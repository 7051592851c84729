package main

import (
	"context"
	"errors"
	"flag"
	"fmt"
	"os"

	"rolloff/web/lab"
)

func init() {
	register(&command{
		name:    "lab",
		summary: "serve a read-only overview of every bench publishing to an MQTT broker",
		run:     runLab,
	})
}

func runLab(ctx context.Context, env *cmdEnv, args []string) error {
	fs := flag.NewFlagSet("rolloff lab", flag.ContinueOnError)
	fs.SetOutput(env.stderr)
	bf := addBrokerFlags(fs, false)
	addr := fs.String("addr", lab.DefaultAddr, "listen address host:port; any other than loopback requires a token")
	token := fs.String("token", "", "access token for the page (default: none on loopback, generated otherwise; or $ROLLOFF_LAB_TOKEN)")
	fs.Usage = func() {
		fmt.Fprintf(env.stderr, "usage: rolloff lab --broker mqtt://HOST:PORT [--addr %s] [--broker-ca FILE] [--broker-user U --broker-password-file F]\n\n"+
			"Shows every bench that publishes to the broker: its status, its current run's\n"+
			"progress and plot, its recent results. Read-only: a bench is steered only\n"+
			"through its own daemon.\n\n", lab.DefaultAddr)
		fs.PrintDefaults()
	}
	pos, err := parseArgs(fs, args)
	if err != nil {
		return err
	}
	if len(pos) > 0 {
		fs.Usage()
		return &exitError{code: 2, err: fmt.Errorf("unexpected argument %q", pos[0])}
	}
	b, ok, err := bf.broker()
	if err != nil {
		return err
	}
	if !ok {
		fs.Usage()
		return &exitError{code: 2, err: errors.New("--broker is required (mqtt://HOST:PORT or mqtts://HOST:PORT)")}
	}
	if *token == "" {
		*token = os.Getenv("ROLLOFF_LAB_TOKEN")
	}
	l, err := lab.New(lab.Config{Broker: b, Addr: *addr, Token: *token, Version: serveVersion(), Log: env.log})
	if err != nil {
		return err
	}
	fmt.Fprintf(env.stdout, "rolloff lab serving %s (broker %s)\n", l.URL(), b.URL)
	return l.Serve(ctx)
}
# # # # # # #
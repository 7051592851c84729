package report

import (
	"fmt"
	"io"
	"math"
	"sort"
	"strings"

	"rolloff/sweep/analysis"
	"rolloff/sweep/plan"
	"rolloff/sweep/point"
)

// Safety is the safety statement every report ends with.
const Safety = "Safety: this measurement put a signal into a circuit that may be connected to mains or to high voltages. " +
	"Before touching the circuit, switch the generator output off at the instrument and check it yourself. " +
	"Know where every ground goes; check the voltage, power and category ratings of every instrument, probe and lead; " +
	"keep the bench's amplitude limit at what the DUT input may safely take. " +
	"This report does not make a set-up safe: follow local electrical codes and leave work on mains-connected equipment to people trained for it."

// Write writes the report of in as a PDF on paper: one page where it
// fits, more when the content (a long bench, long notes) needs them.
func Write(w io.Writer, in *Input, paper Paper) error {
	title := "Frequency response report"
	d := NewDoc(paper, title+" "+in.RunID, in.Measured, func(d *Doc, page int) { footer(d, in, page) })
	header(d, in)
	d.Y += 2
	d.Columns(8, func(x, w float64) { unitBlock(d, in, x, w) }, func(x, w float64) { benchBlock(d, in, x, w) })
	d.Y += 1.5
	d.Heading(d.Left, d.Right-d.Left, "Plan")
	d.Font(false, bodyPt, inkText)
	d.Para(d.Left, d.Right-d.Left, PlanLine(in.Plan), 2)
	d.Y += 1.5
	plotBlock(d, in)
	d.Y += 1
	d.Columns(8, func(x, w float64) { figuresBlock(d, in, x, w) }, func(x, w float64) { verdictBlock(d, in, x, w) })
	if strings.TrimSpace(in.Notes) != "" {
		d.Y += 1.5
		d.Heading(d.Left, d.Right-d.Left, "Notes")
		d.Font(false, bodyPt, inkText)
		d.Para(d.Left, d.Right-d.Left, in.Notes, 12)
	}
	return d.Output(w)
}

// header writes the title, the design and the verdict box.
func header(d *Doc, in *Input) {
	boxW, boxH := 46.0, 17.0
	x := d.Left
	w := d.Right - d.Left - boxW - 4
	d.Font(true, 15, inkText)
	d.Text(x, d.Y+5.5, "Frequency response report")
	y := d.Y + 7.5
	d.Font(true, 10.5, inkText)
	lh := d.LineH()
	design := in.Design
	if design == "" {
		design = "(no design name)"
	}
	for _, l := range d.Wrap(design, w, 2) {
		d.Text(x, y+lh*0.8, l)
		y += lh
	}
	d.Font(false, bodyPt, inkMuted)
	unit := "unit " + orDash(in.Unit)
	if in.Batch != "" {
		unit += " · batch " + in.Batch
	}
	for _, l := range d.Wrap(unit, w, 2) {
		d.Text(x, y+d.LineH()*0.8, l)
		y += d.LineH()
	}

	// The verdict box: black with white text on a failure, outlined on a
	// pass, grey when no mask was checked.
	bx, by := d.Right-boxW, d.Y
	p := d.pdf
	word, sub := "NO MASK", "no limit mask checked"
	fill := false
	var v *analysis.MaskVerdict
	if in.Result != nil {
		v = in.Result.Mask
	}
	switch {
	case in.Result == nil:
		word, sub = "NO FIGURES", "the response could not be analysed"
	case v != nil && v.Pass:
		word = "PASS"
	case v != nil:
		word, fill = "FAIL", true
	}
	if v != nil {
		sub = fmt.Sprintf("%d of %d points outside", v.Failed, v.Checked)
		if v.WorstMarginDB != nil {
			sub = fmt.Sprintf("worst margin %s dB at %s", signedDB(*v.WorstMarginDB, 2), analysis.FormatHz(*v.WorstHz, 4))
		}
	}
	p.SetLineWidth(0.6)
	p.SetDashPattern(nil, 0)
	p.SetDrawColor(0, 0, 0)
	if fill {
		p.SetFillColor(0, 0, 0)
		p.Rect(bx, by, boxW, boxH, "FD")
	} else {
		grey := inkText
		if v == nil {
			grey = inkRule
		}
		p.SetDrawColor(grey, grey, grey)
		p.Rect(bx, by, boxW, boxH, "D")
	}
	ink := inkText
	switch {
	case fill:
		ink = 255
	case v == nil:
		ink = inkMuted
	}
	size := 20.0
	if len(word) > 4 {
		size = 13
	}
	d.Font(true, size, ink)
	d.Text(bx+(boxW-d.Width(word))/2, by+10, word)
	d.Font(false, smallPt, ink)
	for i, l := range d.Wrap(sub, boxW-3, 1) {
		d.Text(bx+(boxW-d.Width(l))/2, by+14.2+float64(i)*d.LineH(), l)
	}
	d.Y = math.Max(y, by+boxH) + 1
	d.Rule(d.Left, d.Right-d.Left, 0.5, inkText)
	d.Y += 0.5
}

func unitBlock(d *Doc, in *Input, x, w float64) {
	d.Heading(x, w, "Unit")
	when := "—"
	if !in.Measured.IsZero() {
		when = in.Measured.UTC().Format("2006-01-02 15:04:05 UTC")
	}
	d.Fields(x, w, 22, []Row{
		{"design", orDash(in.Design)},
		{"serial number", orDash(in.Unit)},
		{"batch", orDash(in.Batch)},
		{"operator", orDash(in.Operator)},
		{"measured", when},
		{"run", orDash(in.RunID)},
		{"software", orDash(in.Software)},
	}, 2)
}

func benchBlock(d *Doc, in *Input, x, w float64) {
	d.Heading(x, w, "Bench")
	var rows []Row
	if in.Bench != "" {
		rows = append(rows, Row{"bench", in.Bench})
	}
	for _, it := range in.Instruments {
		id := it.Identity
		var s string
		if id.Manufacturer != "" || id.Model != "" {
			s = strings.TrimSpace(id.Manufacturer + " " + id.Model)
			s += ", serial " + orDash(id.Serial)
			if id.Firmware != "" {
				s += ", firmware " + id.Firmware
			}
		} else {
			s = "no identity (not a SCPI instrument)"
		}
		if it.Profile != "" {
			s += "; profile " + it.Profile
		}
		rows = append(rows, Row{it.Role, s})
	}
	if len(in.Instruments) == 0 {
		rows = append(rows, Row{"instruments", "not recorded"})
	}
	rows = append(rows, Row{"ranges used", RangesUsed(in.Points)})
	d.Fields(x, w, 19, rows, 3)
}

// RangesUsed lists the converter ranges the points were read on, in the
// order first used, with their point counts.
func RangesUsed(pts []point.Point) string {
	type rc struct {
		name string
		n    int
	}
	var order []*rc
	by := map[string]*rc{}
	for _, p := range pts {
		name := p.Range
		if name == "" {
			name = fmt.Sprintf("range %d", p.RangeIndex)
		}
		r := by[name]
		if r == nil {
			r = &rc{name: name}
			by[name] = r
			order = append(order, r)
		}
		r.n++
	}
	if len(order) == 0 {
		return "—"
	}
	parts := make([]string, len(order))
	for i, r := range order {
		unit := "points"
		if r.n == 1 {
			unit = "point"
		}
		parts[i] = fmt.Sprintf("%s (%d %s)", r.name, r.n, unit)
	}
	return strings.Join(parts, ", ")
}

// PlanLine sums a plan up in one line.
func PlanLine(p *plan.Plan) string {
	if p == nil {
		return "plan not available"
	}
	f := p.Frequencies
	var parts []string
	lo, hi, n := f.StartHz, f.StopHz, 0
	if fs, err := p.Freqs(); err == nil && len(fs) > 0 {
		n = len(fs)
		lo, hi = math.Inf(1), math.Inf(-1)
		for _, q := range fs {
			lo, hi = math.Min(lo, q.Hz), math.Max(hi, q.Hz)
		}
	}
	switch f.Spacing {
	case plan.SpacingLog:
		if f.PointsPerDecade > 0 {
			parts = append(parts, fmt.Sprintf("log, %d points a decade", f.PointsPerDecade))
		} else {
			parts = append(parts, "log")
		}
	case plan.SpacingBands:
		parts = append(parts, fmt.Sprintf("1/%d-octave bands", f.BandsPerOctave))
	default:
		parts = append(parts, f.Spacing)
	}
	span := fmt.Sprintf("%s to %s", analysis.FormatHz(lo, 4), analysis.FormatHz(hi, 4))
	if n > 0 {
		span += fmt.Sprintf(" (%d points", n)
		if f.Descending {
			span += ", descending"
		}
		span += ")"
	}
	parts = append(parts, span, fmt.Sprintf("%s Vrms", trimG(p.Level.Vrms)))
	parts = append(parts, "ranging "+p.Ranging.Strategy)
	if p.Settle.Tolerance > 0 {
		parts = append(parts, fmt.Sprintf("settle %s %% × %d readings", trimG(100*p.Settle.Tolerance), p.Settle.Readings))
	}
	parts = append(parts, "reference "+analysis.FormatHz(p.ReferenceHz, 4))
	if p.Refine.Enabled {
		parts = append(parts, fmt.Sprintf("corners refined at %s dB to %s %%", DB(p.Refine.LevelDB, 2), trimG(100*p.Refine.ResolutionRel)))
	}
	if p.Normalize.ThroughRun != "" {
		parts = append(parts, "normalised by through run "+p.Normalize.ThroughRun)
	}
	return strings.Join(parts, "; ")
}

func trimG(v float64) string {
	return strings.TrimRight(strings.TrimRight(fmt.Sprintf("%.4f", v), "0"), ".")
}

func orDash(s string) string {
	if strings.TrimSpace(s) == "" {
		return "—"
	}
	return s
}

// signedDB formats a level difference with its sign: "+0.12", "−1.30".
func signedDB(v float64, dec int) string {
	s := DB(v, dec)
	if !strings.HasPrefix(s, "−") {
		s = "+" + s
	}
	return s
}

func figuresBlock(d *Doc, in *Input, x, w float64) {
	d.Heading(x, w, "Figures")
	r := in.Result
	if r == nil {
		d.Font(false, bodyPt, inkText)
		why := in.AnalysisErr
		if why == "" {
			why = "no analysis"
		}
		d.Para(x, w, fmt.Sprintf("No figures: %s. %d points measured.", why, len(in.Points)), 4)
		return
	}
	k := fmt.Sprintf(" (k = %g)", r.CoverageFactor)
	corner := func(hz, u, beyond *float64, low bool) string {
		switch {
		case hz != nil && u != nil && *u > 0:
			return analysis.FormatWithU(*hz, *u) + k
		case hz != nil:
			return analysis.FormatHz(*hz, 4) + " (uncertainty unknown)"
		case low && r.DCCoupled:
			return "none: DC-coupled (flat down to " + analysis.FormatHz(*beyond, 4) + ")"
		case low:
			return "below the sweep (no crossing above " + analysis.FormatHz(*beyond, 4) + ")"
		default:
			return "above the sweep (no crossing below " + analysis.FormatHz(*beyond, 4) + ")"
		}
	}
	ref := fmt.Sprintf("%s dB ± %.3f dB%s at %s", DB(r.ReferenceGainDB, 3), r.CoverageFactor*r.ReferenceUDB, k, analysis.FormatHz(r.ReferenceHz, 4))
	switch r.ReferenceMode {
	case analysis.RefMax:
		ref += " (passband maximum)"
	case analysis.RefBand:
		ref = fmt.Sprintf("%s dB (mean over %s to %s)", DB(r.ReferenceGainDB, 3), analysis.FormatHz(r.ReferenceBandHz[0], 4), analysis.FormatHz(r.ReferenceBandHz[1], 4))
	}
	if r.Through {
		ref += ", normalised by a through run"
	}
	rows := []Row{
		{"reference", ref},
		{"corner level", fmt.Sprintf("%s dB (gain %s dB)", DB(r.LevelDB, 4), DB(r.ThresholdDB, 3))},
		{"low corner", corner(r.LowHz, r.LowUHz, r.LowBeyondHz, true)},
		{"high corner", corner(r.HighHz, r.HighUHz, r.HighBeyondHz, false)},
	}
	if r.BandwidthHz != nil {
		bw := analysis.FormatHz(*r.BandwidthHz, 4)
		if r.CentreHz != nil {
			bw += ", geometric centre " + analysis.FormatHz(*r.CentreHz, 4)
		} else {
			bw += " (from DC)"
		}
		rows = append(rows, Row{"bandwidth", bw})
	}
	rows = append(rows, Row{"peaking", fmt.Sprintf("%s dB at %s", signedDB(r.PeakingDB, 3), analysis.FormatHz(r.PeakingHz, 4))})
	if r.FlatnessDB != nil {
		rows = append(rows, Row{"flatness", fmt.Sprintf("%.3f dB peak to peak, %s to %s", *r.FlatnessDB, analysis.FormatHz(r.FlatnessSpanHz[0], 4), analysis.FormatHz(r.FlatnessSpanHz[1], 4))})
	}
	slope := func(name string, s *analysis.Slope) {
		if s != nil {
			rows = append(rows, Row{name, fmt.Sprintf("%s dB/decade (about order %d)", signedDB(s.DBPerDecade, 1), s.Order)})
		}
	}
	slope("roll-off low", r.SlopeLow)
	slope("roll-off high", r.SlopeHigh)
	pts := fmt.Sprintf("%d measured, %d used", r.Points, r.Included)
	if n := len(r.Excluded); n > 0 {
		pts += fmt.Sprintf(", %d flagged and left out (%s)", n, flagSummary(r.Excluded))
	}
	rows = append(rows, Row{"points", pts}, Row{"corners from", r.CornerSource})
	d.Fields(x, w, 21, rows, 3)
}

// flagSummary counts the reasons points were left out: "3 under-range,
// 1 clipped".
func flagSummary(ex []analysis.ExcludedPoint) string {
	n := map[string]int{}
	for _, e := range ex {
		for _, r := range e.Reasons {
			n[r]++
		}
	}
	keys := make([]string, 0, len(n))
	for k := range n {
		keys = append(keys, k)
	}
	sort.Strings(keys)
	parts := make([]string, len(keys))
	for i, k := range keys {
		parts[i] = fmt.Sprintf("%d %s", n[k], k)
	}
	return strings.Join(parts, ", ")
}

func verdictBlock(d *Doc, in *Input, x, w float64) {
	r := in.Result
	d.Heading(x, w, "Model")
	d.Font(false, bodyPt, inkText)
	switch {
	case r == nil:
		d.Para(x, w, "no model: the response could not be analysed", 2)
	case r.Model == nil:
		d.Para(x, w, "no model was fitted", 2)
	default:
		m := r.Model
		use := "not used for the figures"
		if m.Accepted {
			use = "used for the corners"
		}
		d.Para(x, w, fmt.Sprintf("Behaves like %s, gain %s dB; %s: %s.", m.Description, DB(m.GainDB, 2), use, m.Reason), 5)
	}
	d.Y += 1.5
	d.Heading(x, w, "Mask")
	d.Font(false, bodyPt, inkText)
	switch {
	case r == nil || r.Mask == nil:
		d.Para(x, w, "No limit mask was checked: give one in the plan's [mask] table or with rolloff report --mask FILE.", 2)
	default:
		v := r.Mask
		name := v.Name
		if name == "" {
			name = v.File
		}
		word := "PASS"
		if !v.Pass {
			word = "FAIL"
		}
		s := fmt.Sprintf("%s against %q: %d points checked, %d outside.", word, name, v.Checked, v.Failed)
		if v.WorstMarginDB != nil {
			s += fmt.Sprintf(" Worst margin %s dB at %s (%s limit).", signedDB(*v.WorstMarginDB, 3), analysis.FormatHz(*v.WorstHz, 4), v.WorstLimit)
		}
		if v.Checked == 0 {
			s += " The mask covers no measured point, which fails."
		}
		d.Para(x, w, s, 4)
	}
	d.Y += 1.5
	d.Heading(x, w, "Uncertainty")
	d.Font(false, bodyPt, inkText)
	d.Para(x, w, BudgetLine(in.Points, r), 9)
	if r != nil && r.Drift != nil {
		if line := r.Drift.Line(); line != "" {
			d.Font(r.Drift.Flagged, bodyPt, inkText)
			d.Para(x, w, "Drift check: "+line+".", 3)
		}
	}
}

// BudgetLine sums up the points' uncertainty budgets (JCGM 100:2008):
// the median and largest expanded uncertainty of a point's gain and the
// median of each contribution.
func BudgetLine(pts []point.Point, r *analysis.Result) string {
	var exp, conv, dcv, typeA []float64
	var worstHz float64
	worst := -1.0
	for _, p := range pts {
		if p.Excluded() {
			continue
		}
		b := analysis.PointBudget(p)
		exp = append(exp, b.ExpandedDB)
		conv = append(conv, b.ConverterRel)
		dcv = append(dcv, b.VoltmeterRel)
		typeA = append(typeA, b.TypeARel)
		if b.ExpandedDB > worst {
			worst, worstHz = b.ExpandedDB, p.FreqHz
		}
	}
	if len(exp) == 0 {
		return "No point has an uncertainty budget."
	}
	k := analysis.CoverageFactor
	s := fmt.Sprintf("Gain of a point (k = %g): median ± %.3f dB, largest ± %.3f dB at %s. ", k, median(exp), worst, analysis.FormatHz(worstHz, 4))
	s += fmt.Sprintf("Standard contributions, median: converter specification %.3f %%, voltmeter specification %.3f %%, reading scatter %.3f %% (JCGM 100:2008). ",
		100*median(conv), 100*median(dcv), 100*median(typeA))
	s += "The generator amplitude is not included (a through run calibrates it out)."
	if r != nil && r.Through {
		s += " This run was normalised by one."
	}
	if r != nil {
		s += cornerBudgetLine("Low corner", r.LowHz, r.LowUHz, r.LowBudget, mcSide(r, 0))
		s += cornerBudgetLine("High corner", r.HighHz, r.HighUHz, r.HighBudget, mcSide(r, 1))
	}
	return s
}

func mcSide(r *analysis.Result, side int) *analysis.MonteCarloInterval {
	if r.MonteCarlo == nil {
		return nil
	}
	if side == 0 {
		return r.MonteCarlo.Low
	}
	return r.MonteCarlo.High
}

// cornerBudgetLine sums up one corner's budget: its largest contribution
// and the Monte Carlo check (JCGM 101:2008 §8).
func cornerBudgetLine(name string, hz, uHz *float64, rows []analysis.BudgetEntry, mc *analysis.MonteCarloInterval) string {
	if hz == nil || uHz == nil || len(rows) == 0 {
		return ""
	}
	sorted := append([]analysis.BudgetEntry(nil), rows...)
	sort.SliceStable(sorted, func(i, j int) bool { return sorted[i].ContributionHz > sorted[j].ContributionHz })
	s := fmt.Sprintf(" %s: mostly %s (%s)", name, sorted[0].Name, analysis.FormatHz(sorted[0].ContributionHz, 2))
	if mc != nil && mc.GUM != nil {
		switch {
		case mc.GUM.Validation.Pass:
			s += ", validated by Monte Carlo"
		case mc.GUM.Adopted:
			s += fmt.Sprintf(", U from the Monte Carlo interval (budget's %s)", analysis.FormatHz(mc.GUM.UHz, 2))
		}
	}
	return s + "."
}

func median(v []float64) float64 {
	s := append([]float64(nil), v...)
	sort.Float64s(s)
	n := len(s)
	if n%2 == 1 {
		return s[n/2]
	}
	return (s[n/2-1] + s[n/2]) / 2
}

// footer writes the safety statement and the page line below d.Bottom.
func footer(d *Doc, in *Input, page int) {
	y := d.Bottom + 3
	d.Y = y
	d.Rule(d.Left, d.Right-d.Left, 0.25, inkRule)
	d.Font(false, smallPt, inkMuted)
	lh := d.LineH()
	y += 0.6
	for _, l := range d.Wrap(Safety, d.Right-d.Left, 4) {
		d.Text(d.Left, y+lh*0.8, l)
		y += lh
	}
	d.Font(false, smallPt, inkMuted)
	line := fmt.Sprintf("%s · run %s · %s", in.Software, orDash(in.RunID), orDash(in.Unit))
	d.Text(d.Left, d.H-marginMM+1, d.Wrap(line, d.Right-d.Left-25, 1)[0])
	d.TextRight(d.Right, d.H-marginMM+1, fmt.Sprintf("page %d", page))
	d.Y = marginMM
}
# # # # # # #
#### [Problem description]
Each line holding the word "Para" must be pulled from the records.

#### [Result of the exercise]
	d.Para(d.Left, d.Right-d.Left, PlanLine(in.Plan), 2)
		d.Para(d.Left, d.Right-d.Left, in.Notes, 12)
		d.Para(x, w, fmt.Sprintf("No figures: %s. %d points measured.", why, len(in.Points)), 4)
		d.Para(x, w, "no model: the response could not be analysed", 2)
		d.Para(x, w, "no model was fitted", 2)
		d.Para(x, w, fmt.Sprintf("Behaves like %s, gain %s dB; %s: %s.", m.Description, DB(m.GainDB, 2), use, m.Reason), 5)
		d.Para(x, w, "No limit mask was checked: give one in the plan's [mask] table or with rolloff report --mask FILE.", 2)
		d.Para(x, w, s, 4)
	d.Para(x, w, BudgetLine(in.Points, r), 9)
			d.Para(x, w, "Drift check: "+line+".", 3)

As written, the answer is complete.